WHAT YOU HAVE TO DO – Indicate how many lines in the listing below contain the word "Record". No other output is permitted.
————————
export interface PeriodFigures {
  /** Period length, ms (600,000 or 3,600,000). */
  periodMs: number;
  /** Periods of the span (the last one may be short). */
  periods: number;
  /** Raises per period as a rate over the whole span (raises · periodMs / spanMs). */
  average: number | null;
  /** Most raises in one period, and the start of the first period with that many. */
  peak: number;
  peakAtMs: number | null;
}

export interface FloodFigures {
  /** 10-minute periods with more than BENCHMARKS.floodRaisesPer10Min raises (counted here). */
  periodsOverLimit: number;
  /** Their share of all 10-minute periods of the span, percent. */
  periodsOverLimitPct: number;
  /** Floods the core reported (flood-start events). */
  floods: number;
  /** Time between the core's flood-start and flood-end (a flood still open runs to the span's end). */
  timeInFloodMs: number;
  timeInFloodPct: number;
  /** 10-minute periods that a flood reported by the core touched, and their share, percent. */
  periodsInCoreFlood: number;
  periodsInCoreFloodPct: number;
  /**
   * Periods counted over the limit here that no flood of the core touches. The core counts
   * annunciations (raises, and returns to unacknowledged from a shelve or a suppression: a
   * superset of the raises counted here) in a sliding window, which at the 11th raise of a
   * fixed period still holds all of them: a period over the limit must lie in a flood of the
   * core, so anything but 0 means the two disagree (or the core did not report floods).
   */
  periodsOverLimitOutsideCoreFlood: number;
}

export interface PositionSummary {
  position: string;
  raises: number;
  /** Raises per hour over the span; null for a span of no length. */
  perHour: number | null;
  verdict: RateVerdict | null;
  per10Min: PeriodFigures;
  perHourPeriods: PeriodFigures;
  flood: FloodFigures;
}

export interface ChatterSummary {
  advisoryId: string;
  position: string;
  /** Chatter events (episodes) the core reported. */
  episodes: number;
  /** Most raises the core counted in one episode's window. */
  maxCount: number;
  /** Time from each chatter to its chatter-end (or the span's end). */
  chatteringMs: number;
  firstAtMs: number;
}

export interface StandingSummary {
  advisoryId: string;
  position: string;
  /** First standing event: the advisory had then been active longer than the standing limit. */
  firstAtMs: number;
  reports: number;
}

export interface TierShare {
  tier: Tier;
  raises: number;
  /** Share of all raises, percent; null without raises. */
  pct: number | null;
  benchmarkPct: number;
}

export interface RuleCount {
  ruleId: string;
  raises: number;
  pct: number;
  byTier: Record<Tier, number>;
}

export interface StateTime {
  /** The state's value; null while it could not be told. */
  value: string | null;
  ms: number;
  pct: number;
}

export interface StateSummary {
  /** The state key, e.g. "phase.vm2", "inerting.bf2". */
  key: string;
  /** The part before the first dot ("phase", "inerting", "analyser", ...). */
  family: string;
  /** The part after it: the unit (or analyser) id. */
  subject: string;
  /** From the span's start to the first change reported for the key. */
  unreportedMs: number;
  /** Longest first, then by value. */
  times: StateTime[];
}

export interface ReplaySummary {
  fromMs: number;
  toMs: number;
  spanMs: number;
  /** The operator position the summary is limited to, or null for all. */
  position: string | null;
  raises: number;
  /** Every advisory transition in the span, by kind (sorted by kind). */
  transitions: Record<string, number>;
  positions: PositionSummary[];
  tiers: TierShare[];
  topRules: RuleCount[];
  chattering: ChatterSummary[];
  standing: StandingSummary[];
  states: StateSummary[];
  /** Events with a time outside the span, left out of every figure. */
  eventsOutsideSpan: number;
  benchmarks: typeof BENCHMARKS;
}

export interface SummaryOptions {
  /** Positions to list even without a raise (e.g. every position of the config). */
  positions?: readonly string[];
  /** Limit advisory figures to this operator position. The states (per unit) are not limited. */
  position?: string;
  /** How many rules the top list keeps. Default 10. */
  topRules?: number;
}

export function verdictOf(perHour: number): RateVerdict {
  if (perHour <= BENCHMARKS.acceptablePerHour) return "very likely acceptable";
  if (perHour <= BENCHMARKS.manageablePerHour) return "manageable";
  return "over maximum manageable";
}

/** Period index of a time within the span: 0 .. n−1 (the span's end falls in the last one). */
function periodIndex(tMs: number, fromMs: number, periodMs: number, n: number): number {
  return Math.min(n - 1, Math.floor((tMs - fromMs) / periodMs));
}

function periodCount(spanMs: number, periodMs: number): number {
  return Math.max(1, Math.ceil(spanMs / periodMs));
}

function periodFigures(raiseTimes: readonly number[], fromMs: number, spanMs: number, periodMs: number): { fig: PeriodFigures; counts: Int32Array } {
  const n = periodCount(spanMs, periodMs);
  const counts = new Int32Array(n);
  for (const t of raiseTimes) counts[periodIndex(t, fromMs, periodMs, n)]!++;
  let peak = 0;
  let peakAt = -1;
  for (let i = 0; i < n; i++) {
    if (counts[i]! > peak) {
      peak = counts[i]!;
      peakAt = i;
    }
  }
  return {
    fig: {
      periodMs,
      periods: n,
      average: spanMs > 0 ? (raiseTimes.length * periodMs) / spanMs : null,
      peak,
      peakAtMs: peakAt < 0 ? null : fromMs + peakAt * periodMs,
    },
    counts,
  };
}

const pct = (part: number, whole: number): number => (whole > 0 ? (100 * part) / whole : 0);

/** Intervals [start, end] from paired start / end events (an open one runs to `endMs`). */
function intervals<E extends { atMs: number }>(events: readonly E[], isStart: (e: E) => boolean, isEnd: (e: E) => boolean, endMs: number): { startMs: number; endMs: number; first: E }[] {
  const out: { startMs: number; endMs: number; first: E }[] = [];
  let open: { startMs: number; first: E } | null = null;
  for (const e of events) {
    if (isStart(e)) {
      // A second start while open is the same episode (the core reports it again).
      if (open === null) open = { startMs: e.atMs, first: e };
    } else if (isEnd(e) && open !== null) {
      out.push({ startMs: open.startMs, endMs: e.atMs, first: open.first });
      open = null;
    }
  }
  if (open !== null) out.push({ startMs: open.startMs, endMs: Math.max(open.startMs, endMs), first: open.first });
  return out;
}

function floodFigures(counts: Int32Array, floodEvents: readonly NuisanceEvent[], fromMs: number, toMs: number): FloodFigures {
  const n = counts.length;
  const spanMs = toMs - fromMs;
  const floods = intervals(
    floodEvents,
    (e) => e.type === "flood-start",
    (e) => e.type === "flood-end",
    toMs,
  );
  const touched = new Uint8Array(n);
  let timeInFloodMs = 0;
  for (const f of floods) {
    timeInFloodMs += f.endMs - f.startMs;
    const first = periodIndex(f.startMs, fromMs, TEN_MIN_MS, n);
    // The last millisecond in flood decides the last period (a flood ending on a boundary did not reach the next one).
    const last = f.endMs > f.startMs ? periodIndex(f.endMs - 1, fromMs, TEN_MIN_MS, n) : first;
    for (let i = first; i <= last; i++) touched[i] = 1;
  }
  let over = 0;
  let outside = 0;
  let inCore = 0;
  for (let i = 0; i < n; i++) {
    if (touched[i] === 1) inCore++;
    if (counts[i]! > BENCHMARKS.floodRaisesPer10Min) {
      over++;
      if (touched[i] !== 1) outside++;
    }
  }
  return {
    periodsOverLimit: over,
    periodsOverLimitPct: pct(over, n),
    floods: floods.length,
    timeInFloodMs,
    timeInFloodPct: pct(timeInFloodMs, spanMs),
    periodsInCoreFlood: inCore,
    periodsInCoreFloodPct: pct(inCore, n),
    periodsOverLimitOutsideCoreFlood: outside,
  };
}

const byTime = <E extends { atMs: number }>(a: E, b: E): number => a.atMs - b.atMs;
————————
YOUR SOLUTION – 2